(Extracted data entries)

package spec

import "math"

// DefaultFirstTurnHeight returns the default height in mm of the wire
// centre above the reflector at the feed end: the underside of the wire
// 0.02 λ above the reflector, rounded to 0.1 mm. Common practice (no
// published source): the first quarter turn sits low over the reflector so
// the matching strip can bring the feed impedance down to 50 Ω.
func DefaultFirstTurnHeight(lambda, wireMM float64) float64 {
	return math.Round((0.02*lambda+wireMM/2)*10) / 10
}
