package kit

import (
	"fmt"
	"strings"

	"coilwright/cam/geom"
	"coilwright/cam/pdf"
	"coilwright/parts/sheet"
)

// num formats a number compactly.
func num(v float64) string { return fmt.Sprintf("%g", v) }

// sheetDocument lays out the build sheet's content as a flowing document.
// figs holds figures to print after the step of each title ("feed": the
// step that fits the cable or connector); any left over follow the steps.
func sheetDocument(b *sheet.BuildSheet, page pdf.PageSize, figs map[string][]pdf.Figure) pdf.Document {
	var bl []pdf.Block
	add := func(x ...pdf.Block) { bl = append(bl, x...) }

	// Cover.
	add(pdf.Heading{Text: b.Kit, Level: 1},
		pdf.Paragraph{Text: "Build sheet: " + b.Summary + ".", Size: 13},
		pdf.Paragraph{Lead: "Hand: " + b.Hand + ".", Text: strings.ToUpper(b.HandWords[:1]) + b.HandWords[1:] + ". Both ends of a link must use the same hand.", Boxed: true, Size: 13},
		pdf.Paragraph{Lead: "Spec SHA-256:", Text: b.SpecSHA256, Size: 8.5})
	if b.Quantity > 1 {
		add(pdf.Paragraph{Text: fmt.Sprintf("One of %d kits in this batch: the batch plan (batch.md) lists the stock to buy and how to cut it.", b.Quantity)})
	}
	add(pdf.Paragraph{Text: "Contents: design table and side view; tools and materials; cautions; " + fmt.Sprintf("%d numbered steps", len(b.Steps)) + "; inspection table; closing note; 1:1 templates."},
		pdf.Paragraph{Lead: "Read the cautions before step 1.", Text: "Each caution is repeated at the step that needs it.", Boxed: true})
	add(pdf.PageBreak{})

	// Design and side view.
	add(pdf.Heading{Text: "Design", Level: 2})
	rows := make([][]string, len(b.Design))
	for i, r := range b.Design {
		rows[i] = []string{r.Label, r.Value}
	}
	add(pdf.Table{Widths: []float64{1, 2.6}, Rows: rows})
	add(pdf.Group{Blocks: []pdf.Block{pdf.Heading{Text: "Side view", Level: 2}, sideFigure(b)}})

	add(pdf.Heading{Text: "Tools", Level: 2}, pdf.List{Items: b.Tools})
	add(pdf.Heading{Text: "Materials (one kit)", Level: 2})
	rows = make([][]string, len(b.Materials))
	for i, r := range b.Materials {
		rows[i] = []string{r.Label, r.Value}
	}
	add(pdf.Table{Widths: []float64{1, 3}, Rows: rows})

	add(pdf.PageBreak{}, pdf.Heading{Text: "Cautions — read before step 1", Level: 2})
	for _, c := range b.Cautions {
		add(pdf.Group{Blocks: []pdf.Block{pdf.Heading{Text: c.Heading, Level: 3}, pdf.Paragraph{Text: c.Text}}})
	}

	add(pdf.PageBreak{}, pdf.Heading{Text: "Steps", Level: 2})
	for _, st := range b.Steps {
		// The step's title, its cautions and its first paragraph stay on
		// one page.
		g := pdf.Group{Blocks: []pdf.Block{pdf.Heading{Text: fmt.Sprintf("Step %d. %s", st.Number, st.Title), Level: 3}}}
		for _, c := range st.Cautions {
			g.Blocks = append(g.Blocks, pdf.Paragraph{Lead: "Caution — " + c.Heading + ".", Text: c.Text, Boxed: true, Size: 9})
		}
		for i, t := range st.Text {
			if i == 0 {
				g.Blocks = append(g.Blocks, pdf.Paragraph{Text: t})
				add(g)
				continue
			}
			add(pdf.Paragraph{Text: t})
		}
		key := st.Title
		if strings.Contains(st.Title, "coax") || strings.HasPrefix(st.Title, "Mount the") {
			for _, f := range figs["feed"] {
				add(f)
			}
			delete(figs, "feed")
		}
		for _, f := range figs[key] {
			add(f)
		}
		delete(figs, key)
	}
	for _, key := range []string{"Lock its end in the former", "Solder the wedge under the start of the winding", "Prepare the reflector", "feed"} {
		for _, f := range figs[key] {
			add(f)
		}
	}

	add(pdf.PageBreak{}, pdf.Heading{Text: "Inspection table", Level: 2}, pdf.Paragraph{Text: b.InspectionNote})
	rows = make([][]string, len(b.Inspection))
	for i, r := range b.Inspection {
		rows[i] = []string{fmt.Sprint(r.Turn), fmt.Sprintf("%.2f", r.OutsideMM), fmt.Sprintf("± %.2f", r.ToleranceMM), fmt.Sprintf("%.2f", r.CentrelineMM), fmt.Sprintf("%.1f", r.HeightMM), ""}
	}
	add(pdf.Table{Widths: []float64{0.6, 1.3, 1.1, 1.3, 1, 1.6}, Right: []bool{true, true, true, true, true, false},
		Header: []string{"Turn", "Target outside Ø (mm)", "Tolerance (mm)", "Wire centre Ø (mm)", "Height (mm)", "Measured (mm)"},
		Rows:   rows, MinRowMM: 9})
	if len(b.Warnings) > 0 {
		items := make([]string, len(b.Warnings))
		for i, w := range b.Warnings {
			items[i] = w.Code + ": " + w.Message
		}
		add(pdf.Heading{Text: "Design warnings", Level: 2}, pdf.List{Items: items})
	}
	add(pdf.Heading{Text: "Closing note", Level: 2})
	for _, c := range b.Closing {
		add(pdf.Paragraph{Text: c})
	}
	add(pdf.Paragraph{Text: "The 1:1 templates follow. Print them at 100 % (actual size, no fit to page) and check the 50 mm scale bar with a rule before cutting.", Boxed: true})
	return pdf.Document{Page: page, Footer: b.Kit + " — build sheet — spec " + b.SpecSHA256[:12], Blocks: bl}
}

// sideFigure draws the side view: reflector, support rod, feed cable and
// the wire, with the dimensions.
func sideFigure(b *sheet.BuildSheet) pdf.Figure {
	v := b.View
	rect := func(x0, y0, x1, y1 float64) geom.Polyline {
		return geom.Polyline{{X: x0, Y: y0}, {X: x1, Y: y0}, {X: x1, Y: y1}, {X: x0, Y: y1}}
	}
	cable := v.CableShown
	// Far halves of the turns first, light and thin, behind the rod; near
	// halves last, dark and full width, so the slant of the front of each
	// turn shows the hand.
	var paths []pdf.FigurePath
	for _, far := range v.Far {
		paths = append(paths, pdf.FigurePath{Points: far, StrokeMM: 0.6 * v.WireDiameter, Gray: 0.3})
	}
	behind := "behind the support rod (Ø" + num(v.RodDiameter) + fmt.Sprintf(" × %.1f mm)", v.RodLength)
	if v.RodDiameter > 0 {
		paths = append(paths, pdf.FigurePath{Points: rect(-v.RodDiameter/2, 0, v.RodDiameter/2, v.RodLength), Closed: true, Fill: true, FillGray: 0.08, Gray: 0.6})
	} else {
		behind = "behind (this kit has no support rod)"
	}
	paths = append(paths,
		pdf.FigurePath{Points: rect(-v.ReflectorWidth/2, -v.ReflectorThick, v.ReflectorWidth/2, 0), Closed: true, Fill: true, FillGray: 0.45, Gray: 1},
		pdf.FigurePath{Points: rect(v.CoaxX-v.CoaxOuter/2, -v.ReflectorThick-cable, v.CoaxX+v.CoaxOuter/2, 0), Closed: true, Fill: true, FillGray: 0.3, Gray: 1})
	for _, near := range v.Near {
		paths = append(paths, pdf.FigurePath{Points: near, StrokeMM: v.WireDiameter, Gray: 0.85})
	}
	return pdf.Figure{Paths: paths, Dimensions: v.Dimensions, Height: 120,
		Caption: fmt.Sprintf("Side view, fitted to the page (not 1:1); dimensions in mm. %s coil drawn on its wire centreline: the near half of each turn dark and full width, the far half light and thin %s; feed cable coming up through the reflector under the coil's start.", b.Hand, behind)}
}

- **PROMPT**: Exactly as they stand, please print the lines from the first line of the records above down to the line that includes "the reflector so", both of those included and no others.

- **REPLY TO THE EXERCISE**:
package spec

import "math"

// DefaultFirstTurnHeight returns the default height in mm of the wire
// centre above the reflector at the feed end: the underside of the wire
// 0.02 λ above the reflector, rounded to 0.1 mm. Common practice (no
// published source): the first quarter turn sits low over the reflector so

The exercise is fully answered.